**Exercise prompt**
Quote exactly the lines from the start of the entries to the one with "bottom; every Monday", both ends included.
[Input material]
def weekly_bars(weeks, series, *, label, unit="uploads", width_px=520, height_px=160):
    """Inline SVG of stacked bars, one per week, one segment per series.

    ``weeks``: the Mondays (``datetime.date``) of the weeks that have counts, sorted; the weeks
    missing between the first and the last are drawn empty, and only the last 26 are drawn.
    ``series``: {name: {Monday: count}}, stacked in its order from the bottom; every Monday
    with a count must be in ``weeks``. ``label`` names the chart; ``unit`` is what is counted.
    The SVG is ``width_px`` by ``height_px``; axis labels and legend are inside that box.
    """
    label = _text(label, "label", "what the chart shows")
    unit = _text(unit, "unit", "what is counted (e.g. 'uploads')")
    if len(unit) > UNIT_MAX_CHARS:
        raise ValueError(
            f"unit must be a short word for what is counted (at most {UNIT_MAX_CHARS} "
            f"characters), got {unit!r}"
        )
    width = _pixels(width_px, "width_px", BARS_WIDTH_PX)
    height = _pixels(height_px, "height_px", BARS_HEIGHT_PX)
    listed = _checked_weeks(weeks)
    rows = _checked_series(series, set(listed))

    calendar = _calendar(listed)
    drawn = [(name, [counts.get(week, 0) for week in calendar]) for name, counts in rows]
    totals = [sum(column) for column in zip(*(values for _, values in drawn), strict=True)]
    top = max(totals, default=0)
    title_id = _title_id("weekly-bars", label, unit, width, height, calendar, drawn)
    if top == 0:
        return _nothing(width, height, title_id, "weekly-bars", label)

    # Layout, top to bottom: the plot, the week labels, the legend.
    legend, more = _legend(
        [(f"{_short(name)} {sum(values)}", series_colour(name)) for name, values in drawn],
        PAD_PX,
        width - PAD_PX,
    )
    legend_lines = max(line for line, *_ in legend) + 1 if legend else 1
    y_labels = ("0 " + unit, f"{top} {unit}")
    plot_left = PAD_PX + max(_text_w(text) for text in y_labels) + 6
    plot_right = width - PAD_PX
    plot_top = FONT_PX
    plot_bottom = height - PAD_PX - legend_lines * LINE_PX - LINE_PX - 4
    scale = (plot_bottom - plot_top) / top
    slot = (plot_right - plot_left) / len(calendar)
    bar_w = max(1.0, slot * BAR_FILL)

    names = ", ".join(name for name, _ in drawn)
    span = (
        f"week of {_long_day(calendar[0])}"
        if len(calendar) == 1
        else f"weeks of {_long_day(calendar[0])} to {_long_day(calendar[-1])}"
    )
    title = f"{label} ({names}), {span}; at most {top} {unit} in a week"

    body = [
        # Grid line at the tallest bar, the y axis with its two labels, the x axis.
        f'<line x1="{_num(plot_left)}" y1="{_num(plot_top)}" x2="{_num(plot_right)}" '
        f'y2="{_num(plot_top)}" stroke="{GRID}" stroke-width="1"/>',
        f'<line x1="{_num(plot_left)}" y1="{_num(plot_top)}" x2="{_num(plot_left)}" '
        f'y2="{_num(plot_bottom)}" stroke="{OUTLINE}" stroke-width="1"/>',
        f'<g fill="{INK}" text-anchor="end">',
    ]
    for text, y in ((y_labels[0], plot_bottom), (y_labels[1], plot_top)):
        body.append(
            f'<text x="{_num(plot_left - 4)}" y="{_num(y + FONT_PX * 0.35)}">{_xml(text)}</text>'
        )
    body.append("</g>")

    for index, week in enumerate(calendar):
        x = _num(plot_left + index * slot + (slot - bar_w) / 2)
        body.append(f'<g class="week" data-week="{week.isoformat()}">')
        below = 0
        for name, values in drawn:
            count = values[index]
            y_top = plot_bottom - (below + count) * scale
            below += count
            tip = f"week of {_long_day(week)}: {count} {name}"
            body.append(
                f'<rect x="{x}" y="{_num(y_top)}" width="{_num(bar_w)}" '
                f'height="{_num(count * scale)}" fill="{series_colour(name)}" '
                f'stroke="{PAPER}" stroke-width="0.5" data-series="{_xml(name)}">'
                f"<title>{_xml(tip)}</title></rect>"
            )
        body.append("</g>")
    body.append(
        f'<line x1="{_num(plot_left)}" y1="{_num(plot_bottom)}" x2="{_num(plot_right)}" '
        f'y2="{_num(plot_bottom)}" stroke="{OUTLINE}" stroke-width="1"/>'
    )

    label_y = plot_bottom + FONT_PX + 4
    body.append(f'<g fill="{INK}" text-anchor="middle" class="x-labels">')
    for x, text in _x_labels(calendar, lambda i: plot_left + (i + 0.5) * slot, width):
        body.append(f'<text x="{_num(x)}" y="{_num(label_y)}">{_xml(text)}</text>')
    body.append("</g>")

    legend_top = label_y + 4
    body.append(f'<g fill="{INK}" class="legend">')
    swatch = FONT_PX - 1
    end = PAD_PX
    for line, x, text, colour in legend:
        baseline = legend_top + (line + 1) * LINE_PX - 3
        body.append(
            f'<rect x="{_num(x)}" y="{_num(baseline - swatch + 1)}" width="{swatch}" '
            f'height="{swatch}" fill="{colour}"/>'
            f'<text x="{_num(x + swatch + 4)}" y="{_num(baseline)}">{_xml(text)}</text>'
        )
        end = x + swatch + 4 + _text_w(text) + 2 * CHAR_W
    if more is not None:
        line = LEGEND_MAX_LINES - 1
        x = end if legend and legend[-1][0] == line else PAD_PX
        body.append(
            f'<text x="{_num(x)}" y="{_num(legend_top + (line + 1) * LINE_PX - 3)}">'
            f"{_xml(more)}</text>"
        )
    body.append("</g>")
    return _svg(width, height, title_id, "weekly-bars", title, body)


def share_bar(parts, *, label, width_px=160):
    """Inline SVG of one horizontal bar split into each part's share of the total.

    ``parts``: {name: count}, drawn left to right in its order; ``label`` names the bar.
    A total of 0 draws a grey bar marked "none".
    """
    label = _text(label, "label", "what the bar shows")
    width = _pixels(width_px, "width_px", SHARE_WIDTH_PX)
    rows = _checked_parts(parts)
    total = sum(count for _, count in rows)
    height = SHARE_HEIGHT_PX
    title_id = _title_id("share-bar", label, width, rows)

    if total == 0:
        body = [
            f'<rect x="0" y="0" width="{width}" height="{height}" fill="{NONE_COLOUR}" '
            'class="none"><title>none</title></rect>',
            f'<text x="{_num(width / 2)}" y="{_num(height / 2 + FONT_PX * 0.35)}" '
            f'text-anchor="middle" fill="{INK}">none</text>',
        ]
        return _svg(width, height, title_id, "share-bar", f"{label}: none", body)

    scale = width / total
    body, before, words = [], 0, []
    for name, count in rows:
        share = _percent(count, total)
        words.append(f"{name} {share}")
        tip = f"{name}: {count} of {total}, {share}"
        body.append(
            f'<rect x="{_num(before * scale)}" y="0" width="{_num(count * scale)}" '
            f'height="{height}" fill="{series_colour(name)}" stroke="{PAPER}" '
            f'stroke-width="0.5" data-part="{_xml(name)}"><title>{_xml(tip)}</title></rect>'
        )
        before += count
    title = f"{label}: " + ", ".join(words) + f" of {total}"
    return _svg(width, height, title_id, "share-bar", title, body)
[/Input material]
**Solved exercise**
def weekly_bars(weeks, series, *, label, unit="uploads", width_px=520, height_px=160):
    """Inline SVG of stacked bars, one per week, one segment per series.

    ``weeks``: the Mondays (``datetime.date``) of the weeks that have counts, sorted; the weeks
    missing between the first and the last are drawn empty, and only the last 26 are drawn.
    ``series``: {name: {Monday: count}}, stacked in its order from the bottom; every Monday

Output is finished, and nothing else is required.